▶ **DIRECTIONS**
Report every line in the records below that holds the word "args".

▶ **INPUT DATA**
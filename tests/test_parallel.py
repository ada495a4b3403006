"""Where the work runs changes nothing: one worker, two local worker processes and a Dask cluster
give the same bytes; a cluster that does not answer is refused in one line, with nothing written.

The rule under test is the project's own (DEVELOPERS.md, "Reproducibility"): every replicate comes
from its seeded block, and results are put together in a fixed order.
"""

from __future__ import annotations

import builtins
import importlib
import json
import pickle
import socket
import threading
import time
from contextlib import contextmanager
from multiprocessing.shared_memory import SharedMemory

import numpy as np
import pytest
from typer.testing import CliRunner

from simulator import InputError, read_scenario, run
from simulator.cli import app
from simulator.account.outputs import render_files

from test_sites import SITES_TOML, correlated_sites

run_module = importlib.import_module("simulator.tasks.plan")
pool = importlib.import_module("simulator.execution.pool")
shared_memory = importlib.import_module("simulator.execution.shared_memory")
dask_cluster = importlib.import_module("simulator.execution.dask_cluster")
choose = importlib.import_module("simulator.execution.choose")
report = importlib.import_module("simulator.account.report")

COMPARED = ("summary.json", "cutoffs.csv", "sites.csv", "stress.csv")


@pytest.fixture
def scenario_path(tmp_path, monkeypatch):
    """Three correlated sites, one with operating rules of its own; enough replicates for three
    chunks of seeded blocks, so the tasks finish in an order of their own. A validation period and a
    stress case, so each site's own checks are shared out too."""
    monkeypatch.setattr(report, "render_report", lambda result, contents: {})
    correlated_sites(7, names=("North", "South", "East"), years=4).to_csv(tmp_path / "history.csv", index=False)
    text = SITES_TOML.replace("[history]\n", '[history]\npath = "history.csv"\nvalidation_from = 2018-10-01\n')
    text = text.replace("replicates = 400", "replicates = 2100")
    text += '[[stress]]\nname = "a costlier miss"\ncost_multipliers = { miss = 1.5 }\n'

    text += ('[sites."East".operations]\ncrews_out_on = "acting"\nspoiled_on = "no_event"\n'
             "day_rate = 900\nwork = 60\n")
    (tmp_path / "s.toml").write_text(text)
    return tmp_path / "s.toml"


def _files(result) -> dict[str, bytes]:
    files = render_files(result)
    return {name: files[name] for name in COMPARED}


@pytest.mark.filterwarnings("ignore::DeprecationWarning")
def test_one_worker_two_workers_and_a_dask_cluster_write_the_same_bytes(scenario_path, monkeypatch):
    distributed = pytest.importorskip("distributed")
    scenario = read_scenario(scenario_path)
    one = _files(run(scenario, workers=1))
    monkeypatch.setattr(run_module, "INLINE_BELOW", 0)  # share out even this small run
    monkeypatch.setattr(shared_memory, "OUT_OF_BAND_BYTES", 1)  # every array through shared memory
    used = []
    monkeypatch.setattr(pool.PoolExecutor, "close",
                        lambda self, close=pool.PoolExecutor.close: (used.append(self.workers), close(self)))
    two = _files(run(scenario, workers=2))
    assert used == [2]
    with distributed.LocalCluster(n_workers=2, threads_per_worker=1, processes=False,
                                  dashboard_address=None) as cluster:
        on_cluster = _files(run(scenario, cluster=cluster.scheduler_address))
    assert two == one
    assert on_cluster == one


def test_shared_inputs_reach_local_workers_through_shared_memory_read_only(monkeypatch):
    shared = {"p": np.linspace(0.0, 1.0, 20_000), "dates": np.arange(20_000).astype("datetime64[D]"),
              "small": np.arange(3), "name": "North"}
    shipped = shared_memory._InSharedMemory.make(shared)
    assert len(shipped.pickled) < 2_000  # the large arrays travel out of band
    loaded = pickle.loads(pickle.dumps(shipped)).load()  # as a worker gets and installs it
    for key in ("p", "dates", "small"):
        assert loaded[key].dtype == shared[key].dtype and np.array_equal(loaded[key], shared[key])
    assert loaded["name"] == "North"
    assert not loaded["p"].flags.writeable and not loaded["dates"].flags.writeable
    shipped.release()
    with pytest.raises(FileNotFoundError):
        SharedMemory(name=shipped.name)
    monkeypatch.setattr(shared_memory, "_room_for", lambda size: False)  # a full /dev/shm: sent as they are
    assert shared_memory._InSharedMemory.make(shared) is None


def test_progress_counts_every_site_replicate_season_once(scenario_path):
    seen = []
    run(read_scenario(scenario_path), replicates=1100, progress=lambda *args: seen.append(args))
    priced = [(done, total) for step, done, total in seen if step.startswith("replicate seasons")]
    assert priced[-1] == (3 * 1100, 3 * 1100)
    assert [d for d, _ in priced] == sorted(d for d, _ in priced)
    checked = [(done, total) for step, done, total in seen if step.startswith("checking each site")]
    assert checked == [(1, 3), (2, 3), (3, 3)]


def _closed_port() -> int:
    with socket.socket() as s:
        s.bind(("127.0.0.1", 0))
        return s.getsockname()[1]


def test_a_cluster_that_does_not_answer_is_refused_quickly_and_nothing_is_written(scenario_path, tmp_path):
    out = tmp_path / "out"
    start = time.monotonic()
    result = CliRunner().invoke(app, ["run", str(scenario_path), "--out", str(out),
                                      "--cluster", f"tcp://127.0.0.1:{_closed_port()}"])
    assert time.monotonic() - start < dask_cluster.CONNECT_TIMEOUT + 3
    assert result.exit_code == 2, result.output
    message = result.stderr.strip()
    assert len(message.splitlines()) == 1 and "Traceback" not in result.output
    assert message.startswith("error: cluster tcp://127.0.0.1:")
    assert "check the address" in message and "GONOGO_CLUSTER" in message
    assert not out.exists()


@contextmanager
def _stranger(reply: bytes | None):
    """A plain TCP server on this machine that is not Dask: it accepts, sends ``reply`` (or closes at
    once when None), and keeps serving in a thread until the test ends."""
    server = socket.socket()
    server.bind(("127.0.0.1", 0))
    server.listen(8)
    server.settimeout(0.2)
    stop = threading.Event()

    def serve() -> None:
        while not stop.is_set():
            try:
                connection, _ = server.accept()
            except OSError:
                continue
            with connection:
                if reply is not None:
                    connection.sendall(reply)
                    stop.wait(0.5)

    thread = threading.Thread(target=serve, daemon=True)
    thread.start()
    try:
        yield server.getsockname()[1]
    finally:
        stop.set()
        thread.join(timeout=5)
        server.close()


@pytest.mark.parametrize("reply", [b"HTTP/1.1 200 OK\r\nContent-Length: 5\r\n\r\nhello", b"\x00" * 16, None],
                         ids=["web server", "zeros", "closes at once"])
def test_a_server_that_is_not_dask_is_refused_in_one_line_without_waiting(scenario_path, tmp_path, reply):
    # issue 16 item 6: before, Dask read the first 8 bytes of a web server's answer as a message
    # length (3 EiB), and a traceback and a 10 s wait followed the error line
    out = tmp_path / "out"
    with _stranger(reply) as port:
        start = time.monotonic()
        result = CliRunner().invoke(app, ["run", str(scenario_path), "--out", str(out),
                                          "--cluster", f"tcp://127.0.0.1:{port}"])
        elapsed = time.monotonic() - start
    assert result.exit_code == 2, result.output
    message = result.stderr.strip()
    assert len(message.splitlines()) == 1 and "Traceback" not in result.output, result.output
    assert message.startswith(f"error: cluster tcp://127.0.0.1:{port}: the server there ")
    assert "GONOGO_CLUSTER" in message
    assert elapsed < 4, elapsed
    assert not out.exists()


def test_the_cluster_address_may_come_from_the_environment(scenario_path, tmp_path):
    out = tmp_path / "out"
    result = CliRunner().invoke(app, ["run", str(scenario_path), "--out", str(out)],
                                env={dask_cluster.CLUSTER_ENV: "tcp://127.0.0.1:notaport"})
    assert result.exit_code == 2
    assert "error: cluster tcp://127.0.0.1:notaport" in result.stderr
    assert not out.exists()


def test_without_dask_the_message_says_how_to_install_it(monkeypatch):
    real_import = builtins.__import__

    def no_dask(name, *args, **kwargs):
        if name == "distributed" or name.startswith("distributed."):
            raise ImportError(name)
        return real_import(name, *args, **kwargs)

    monkeypatch.setattr(builtins, "__import__", no_dask)
    with pytest.raises(InputError, match=r'pip install "dask\[distributed\]"'):
        with choose.open_executor(cluster="tcp://127.0.0.1:8786"):
            pass


def test_workers_below_one_are_refused():
    with pytest.raises(InputError, match="workers must be at least 1"):
        with choose.open_executor(workers=0):
            pass


@pytest.mark.parametrize("plan", ["whole groups", "parts of groups", "chunks"])
def test_how_the_sites_are_shared_out_changes_no_byte(plan, monkeypatch):
    """More sites than one group of SUM_GROUP: a task may sum a whole group itself, send each site's
    costs, or send chunks for the sites to be put together here; the totals come out the same."""
    from simulator import history_from_frame, run_history, scenario_from_text
    from simulator.account.outputs import summary

    names = tuple(f"site {k:02d}" for k in range(run_module.SUM_GROUP + 4))
    frame = correlated_sites(3, names=names, years=2)
    scenario = scenario_from_text(SITES_TOML.replace("replicates = 400", "replicates = 1100"))
    history = history_from_frame(frame, scenario)
    baseline = summary(run_history(scenario, history))  # whole groups, one process
    real_plan = run_module._plan
    shapes = {"whole groups": dict(workers=1), "parts of groups": dict(workers=3), "chunks": dict(workers=40)}
    monkeypatch.setattr(run_module, "_plan", lambda n, c, workers, many: real_plan(n, c, **shapes[plan], many=many))
    tasks = run_module._plan(len(names), 2, 1, True)
    kinds = {"whole groups": lambda: all(t[2] is None for t in tasks) and len(tasks) == 2,
             "parts of groups": lambda: all(t[2] is None for t in tasks) and len(tasks) > 2,
             "chunks": lambda: all(t[2] is not None for t in tasks)}
    assert kinds[plan]()
    result = run_history(scenario, history)
    assert json.dumps(summary(result)) == json.dumps(baseline)


@pytest.mark.parametrize("n_sites, workers", [(1, 1), (5, 2), (20, 3), (50, 2), (200, 1), (200, 2), (200, 3), (97, 8)])
def test_the_plan_covers_every_site_and_chunk_once_and_shares_out_the_last_groups(n_sites, workers):
    """Whatever the shape, each (site, chunk) is priced by exactly one task; with many whole groups,
    the groups left over after the last full round go to every worker in parts."""
    n_chunks = 3
    tasks = run_module._plan(n_sites, n_chunks, workers, many=True)
    covered = [(k, c) for a, b, chunk in tasks for k in range(a, b)
               for c in (range(n_chunks) if chunk is None else [chunk])]
    assert sorted(covered) == [(k, c) for k in range(n_sites) for c in range(n_chunks)]
    if (n_sites, workers) == (200, 2):  # 12 groups of 16 and one of 8: the 8 go to both workers
        assert [b - a for a, b, _ in tasks] == [16] * 12 + [4, 4]


def _callbacks_running(dask_worker=None):
    from simulator.execution.dask_worker import QUIET

    return {name: dask_worker.periodic_callbacks[name].is_running() for name in QUIET}


def _report_quiet(shared, *task):
    """In a task: the callbacks once paused (the pause is made on the worker's event loop, soon)."""
    from distributed import get_worker

    deadline = time.monotonic() + 5
    while any((running := _callbacks_running(get_worker())).values()) and time.monotonic() < deadline:
        time.sleep(0.02)
    return running


@pytest.mark.filterwarnings("ignore::DeprecationWarning")
def test_a_dask_workers_profiler_and_tick_pause_while_a_task_runs_and_start_again_after():
    # gonogo's own rule (simulator/execution/dask_worker.py): the worker's periodic callbacks are
    # distributed's (Worker.periodic_callbacks, distributed 2026.8); no published reference
    distributed = pytest.importorskip("distributed")
    from simulator.execution.dask_worker import QUIET, _OnDaskWorker

    with distributed.LocalCluster(n_workers=1, threads_per_worker=1, processes=False,
                                  dashboard_address=None) as cluster, distributed.Client(cluster) as client:
        before = next(iter(client.run(_callbacks_running).values()))
        during = client.submit(_OnDaskWorker(_report_quiet), None, pure=False).result()
        deadline = time.monotonic() + 5
        while (after := next(iter(client.run(_callbacks_running).values()))) != before and time.monotonic() < deadline:
            time.sleep(0.05)
    assert before == {name: True for name in QUIET}
    assert during == {name: False for name in QUIET}
    assert after == before


@pytest.mark.filterwarnings("ignore::DeprecationWarning")
def test_results_fetched_from_the_workers_directly_are_the_same_bytes(scenario_path, monkeypatch):
    # gonogo's own rule (DEVELOPERS.md, "Reproducibility"): how results travel changes nothing
    distributed = pytest.importorskip("distributed")
    scenario = read_scenario(scenario_path)
    one = _files(run(scenario, workers=1))
    chosen = []
    real = dask_cluster._direct
    monkeypatch.setattr(dask_cluster, "_direct", lambda client: chosen.append(real(client)) or chosen[-1])
    with distributed.LocalCluster(n_workers=2, threads_per_worker=1, processes=False, protocol="tcp",
                                  dashboard_address=None) as cluster:
        on_cluster = _files(run(scenario, cluster=cluster.scheduler_address))
    assert chosen == [True]
    assert on_cluster == one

▶ **TASK RESULT**
    run(read_scenario(scenario_path), replicates=1100, progress=lambda *args: seen.append(args))
    def no_dask(name, *args, **kwargs):
        return real_import(name, *args, **kwargs)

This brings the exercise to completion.